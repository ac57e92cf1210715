// Neighbour comparison, map alignment, displacement and judgment attribution on tiny hand-built
// cases whose answers are known, plus a brute-force check of the Procrustes optimum.
#include <doctest/doctest.h>

#include <cmath>

#include "solver/measures/displacement.h"
#include "solver/objective/judgment_term.h"
#include "solver/measures/neighbour_compare.h"
#include "tests/analysis_support.h"
#include "tests/approx.h"

using namespace kith;

namespace {
constexpr double kTol = 1e-9;
constexpr double kPi = 3.14159265358979323846;

Points rows(std::initializer_list<std::initializer_list<double>> r) {
  Points p(Eigen::Index(r.size()), Eigen::Index(r.begin()->size()));
  Eigen::Index i = 0;
  for (const auto& row : r) {
    Eigen::Index j = 0;
    for (double v : row) p(i, j++) = v;
    ++i;
  }
  return p;
}
}  // namespace

TEST_CASE("neighbour comparison: ranks, gained and lost on a hand-built line") {
  // Features on a line 0..5; the map swaps items 1 and 4.
  const Points x = rows({{0}, {1}, {2}, {3}, {4}, {5}});
  const Points y = rows({{0}, {4}, {2}, {3}, {1}, {5}});
  const NeighbourGraph gf = test::brute_neighbours(x, 2), gm = test::brute_neighbours(y, 2);
  const NeighbourComparison c = compare_neighbours(0, gf, gm);
  // Item 0: feature neighbours 1, 2; map neighbours 4 (at 1), 2 (at 2).
  REQUIRE(c.features.size() == 2);
  CHECK(c.features[0].item == 1);
  CHECK(c.features[0].map_rank == 0);
  CHECK(c.features[1].item == 2);
  CHECK(c.features[1].map_rank == 2);
  CHECK(c.map[0].item == 4);
  CHECK(c.map[0].feature_rank == 0);
  CHECK(c.map[1].item == 2);
  CHECK(c.map[1].feature_rank == 2);
  CHECK(c.gained == std::vector<int32_t>{4});
  CHECK(c.lost == std::vector<int32_t>{1});
  CHECK(c.kept == 0.5);
  // Worked by hand (ties break by lower index): feature lists 0:{1,2} 1:{0,2} 2:{1,3} 3:{2,4} 4:{3,5}
  // 5:{4,3}; map lists 0:{4,2} 1:{3,5} 2:{3,4} 3:{1,2} 4:{0,2} 5:{1,3}.
  const std::vector<double> kept = neighbourhood_kept(gf, gm);
  const std::vector<double> expected{0.5, 0.0, 0.5, 0.5, 0.0, 0.5};
  CHECK(kept == expected);
  CHECK(worst_kept(kept, 2) == std::vector<int32_t>{1, 4});
  CHECK_THROWS_AS(compare_neighbours(6, gf, gm), std::invalid_argument);
  CHECK_THROWS_AS(compare_neighbours(0, gf, gm, 3), std::invalid_argument);
}

TEST_CASE("map alignment recovers a known similarity transform, mirror included") {
  const Points r = rows({{0, 0}, {1, 0}, {0, 2}, {3, 1}, {-1, 4}});
  for (bool mirror : {false, true}) {
    const double a = 0.7, s = 2.5;
    Eigen::Matrix2d rot;
    rot << std::cos(a), std::sin(a), -std::sin(a), std::cos(a);
    if (mirror) rot.col(0) *= -1.0;
    Eigen::RowVector2d t(3, -1);
    Points c = s * (r * rot);
    c.rowwise() += t;
    const MapAlignment al = align_maps(r, c);
    test::assert_near(al.rotation, Eigen::MatrixXd(rot), kTol, 0.0, "rotation");
    CHECK(al.scale == doctest::Approx(s).epsilon(kTol));
    test::assert_near(al.translation, Eigen::RowVectorXd(t), kTol, 0.0, "translation");
    CHECK(al.rms < kTol);
    const Displacement d = measure_displacement(r, c);
    for (double v : d.distance) CHECK(v < kTol);
  }
}

// Slow, obvious reference: in 2-D try every angle on a fine grid (both mirror images) with the
// closed-form best scale and translation for that rotation; the SVD answer must be at least as good.
TEST_CASE("map alignment is the least-squares optimum (brute-force search over angles)") {
  const Points r = rows({{0, 0}, {1, 0}, {0, 2}, {3, 1}, {-1, 4}, {2, 2}});
  const Points c = rows({{1, 1}, {0.5, 3}, {-2, 0}, {0, 5}, {-4, -1}, {-1, 3.5}});
  const MapAlignment al = align_maps(r, c);
  const Eigen::RowVectorXd mr = r.colwise().mean(), mc = c.colwise().mean();
  const Eigen::MatrixXd a = r.rowwise() - mr, b = c.rowwise() - mc;
  double best = 1e300;
  for (int m = 0; m < 2; ++m)
    for (int step = 0; step < 36000; ++step) {
      const double th = 2 * kPi * step / 36000.0;
      Eigen::Matrix2d rot;
      rot << std::cos(th), std::sin(th), -std::sin(th), std::cos(th);
      if (m) rot.col(0) *= -1.0;
      const Eigen::MatrixXd ar = a * rot;
      const double s = std::max(0.0, (ar.cwiseProduct(b)).sum() / a.squaredNorm());
      best = std::min(best, std::sqrt((s * ar - b).squaredNorm() / double(r.rows())));
    }
  CHECK(al.rms <= best + 1e-12);
  CHECK(al.rms >= best - 1e-6);  // the grid comes within 1e-6 of the optimum
}

TEST_CASE("displacement ranks the moved items, judgment attribution follows the force along the move") {
  // A square plus a centre; in the current map only item 4 moved, by +1 in x. With two items moved
  // symmetrically (4 by +x, 5 by -x, both at the centre) the best alignment stays the identity.
  const Points r = rows({{-2, -2}, {2, -2}, {2, 2}, {-2, 2}, {0, 0}, {0, 0}});
  Points c = r;
  c(4, 0) += 1.0;
  c(5, 0) -= 1.0;
  const Displacement d = measure_displacement(r, c);
  test::assert_near(d.alignment.rotation, Eigen::MatrixXd(Eigen::Matrix2d::Identity()), kTol, 0.0, "rotation");
  CHECK(d.alignment.scale == doctest::Approx(1.0).epsilon(kTol));
  CHECK(d.distance[4] == doctest::Approx(1.0).epsilon(kTol));
  CHECK(d.distance[5] == doctest::Approx(1.0).epsilon(kTol));
  CHECK(d.distance[0] < kTol);
  CHECK(((d.ranking[0] == 4 && d.ranking[1] == 5)));

  // Item 4 went +x. "4 is more like 1 than 0" pulls it towards item 1 (+x and -y) and away from
  // item 0: it points along the move. "4 is more like 0 than 1" pulls it back: negative pull.
  // A judgment not naming 4 is left out; a retracted one too.
  std::vector<Judgment> js(4);
  js[0].id = 10; js[0].anchor = 4; js[0].nearer = 0; js[0].farther = 1;
  js[1].id = 11; js[1].anchor = 4; js[1].nearer = 1; js[1].farther = 0;
  js[2].id = 12; js[2].anchor = 0; js[2].nearer = 2; js[2].farther = 3;
  js[3].id = 13; js[3].anchor = 4; js[3].nearer = 2; js[3].farther = 3; js[3].retracted = true;
  const std::vector<JudgmentPull> pulls = judgments_moving(4, c, d, js);
  REQUIRE(pulls.size() == 2);
  CHECK(pulls[0].id == 11);
  CHECK(pulls[0].pull > 0.0);
  CHECK(pulls[1].id == 10);
  CHECK(pulls[1].pull < 0.0);
  // The pull is the judgment's own gradient row projected on the travel direction (+x here).
  JudgmentTerm term(6);
  term.set_judgments({js[1]});
  Points g;
  term.evaluate(c, &g);
  CHECK(pulls[0].pull == doctest::Approx(-g(4, 0)).epsilon(kTol));
  CHECK(pulls[0].force == doctest::Approx(g.row(4).norm()).epsilon(kTol));
}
====
*Exercise directions*
When the line with "c(5, 0) -= 1.0;" is reached in the data above, start copying there, and copy each line exactly until the line with "retracted one too." has been copied; copy nothing else.

*Solved exercise*
  c(5, 0) -= 1.0;
  const Displacement d = measure_displacement(r, c);
  test::assert_near(d.alignment.rotation, Eigen::MatrixXd(Eigen::Matrix2d::Identity()), kTol, 0.0, "rotation");
  CHECK(d.alignment.scale == doctest::Approx(1.0).epsilon(kTol));
  CHECK(d.distance[4] == doctest::Approx(1.0).epsilon(kTol));
  CHECK(d.distance[5] == doctest::Approx(1.0).epsilon(kTol));
  CHECK(d.distance[0] < kTol);
  CHECK(((d.ranking[0] == 4 && d.ranking[1] == 5)));

  // Item 4 went +x. "4 is more like 1 than 0" pulls it towards item 1 (+x and -y) and away from
  // item 0: it points along the move. "4 is more like 0 than 1" pulls it back: negative pull.
  // A judgment not naming 4 is left out; a retracted one too.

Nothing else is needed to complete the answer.